╔══
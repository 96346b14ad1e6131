// SPDX-License-Identifier: GPL-3.0-or-later
#include "core/trend/work_marks.h"

#include "core/trend/drift_input.h"

#include <algorithm>

namespace evenstroke {
namespace {

using namespace std::chrono_literals;

class Marker
{
public:
    Marker(drift::Input& input, std::size_t reading) : input_(input), reading_(reading) {}

    void cylinder(int number)
    {
        const std::size_t index = static_cast<std::size_t>(number) - 1;
        if (index < input_.cylinders)
            input_.cylinder_work[reading_ * input_.cylinders + index] = 1;
    }
    void all_cylinders()
    {
        for (std::size_t j = 0; j < input_.cylinders; ++j)
            cylinder(static_cast<int>(j) + 1);
    }
    void engine_level() { input_.engine_work[reading_] = 1; }

    /// @return whether anything is read by an instrument of this quantity
    bool instrument(std::string_view quantity_name, const Place& place)
    {
        bool found = false;
        for (drift::Channel& channel : input_.channels) {
            if (channel.quantity != quantity_name)
                continue;
            found = true;
            channel.segment_starts.resize(input_.readings() * input_.cylinders, 0);
            for (std::size_t j = 0; j < input_.cylinders; ++j)
                if (place.kind != Place::Kind::cylinder || static_cast<std::size_t>(place.number) == j + 1)
                    channel.segment_starts[reading_ * input_.cylinders + j] = 1;
        }
        for (drift::EngineChannel& channel : input_.engine_channels) {
            if (channel.quantity != quantity_name && channel.typed_quantity != quantity_name)
                continue;
            found = true;
            start(channel);
        }
        // What is only shown begins anew with any instrument that it rests on.
        for (drift::EngineChannel& channel : input_.engine_channels) {
            const DerivedQuantity* derived = channel.in_scan ? nullptr : find_derived(channel.quantity);
            if (derived && std::find(derived->inputs.begin(), derived->inputs.end(), quantity_name) != derived->inputs.end())
                start(channel);
        }
        return found;
    }

private:
    void start(drift::EngineChannel& channel) const
    {
        channel.segment_starts.resize(input_.readings(), 0);
        channel.segment_starts[reading_] = 1;
    }

    drift::Input& input_;
    std::size_t reading_;
};

void mark_instrument(Marker& marker, const Event& event, const EventKind& kind)
{
    bool said_which = false;
    for (const std::string& name : kind.quantities) {
        if (name != "quantity_read")
            said_which = marker.instrument(name, event.place) || said_which;
        else if (!event.part.empty())
            said_which = marker.instrument(event.part, event.place) || said_which;
    }
    if (said_which)
        return;
    if (event.place.kind == Place::Kind::cylinder)
        return marker.cylinder(event.place.number);
    if (event.place.kind == Place::Kind::engine)
        marker.all_cylinders();
    marker.engine_level();
}

void mark_work(Marker& marker, const Event& event, const EventKind& kind)
{
    if (event.place.kind == Place::Kind::cylinder)
        return marker.cylinder(event.place.number);
    const bool of_air_side = kind.concerns == "turbocharger" || kind.concerns == "cooler" ||
                             event.place.kind == Place::Kind::turbocharger || event.place.kind == Place::Kind::cooler;
    if (!of_air_side)
        marker.all_cylinders();
    marker.engine_level();
}

} // namespace

std::size_t first_reading_after(const EngineRecord& record, const Event& event)
{
    const TimePoint from = event.date.utc + (event.date_only ? 12h : 0h);
    const auto first = std::upper_bound(record.readings.begin(), record.readings.end(), from,
                                        [](TimePoint time, const Reading& r) { return time < r.taken_at.utc; });
    return static_cast<std::size_t>(first - record.readings.begin());
}

void mark_recorded_work(const EngineRecord& record, drift::Input& input)
{
    input.cylinder_work.assign(input.readings() * input.cylinders, 0);
    input.engine_work.assign(input.readings(), 0);
    for (const Event& event : record.events) {
        const EventKind* kind = find_event_kind(event.kind);
        const std::size_t reading = first_reading_after(record, event);
        if (!kind || reading >= input.readings() || kind->concerns == "ship")
            continue;
        Marker marker(input, reading);
        if (kind->effect == EventKind::Effect::new_offset)
            mark_instrument(marker, event, *kind);
        else if (kind->effect == EventKind::Effect::new_segment)
            mark_work(marker, event, *kind);
    }
}

} // namespace evenstroke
╚══
This exercise needs every line of the listing that contains the word "turbocharger".

    const bool of_air_side = kind.concerns == "turbocharger" || kind.concerns == "cooler" ||
                             event.place.kind == Place::Kind::turbocharger || event.place.kind == Place::Kind::cooler;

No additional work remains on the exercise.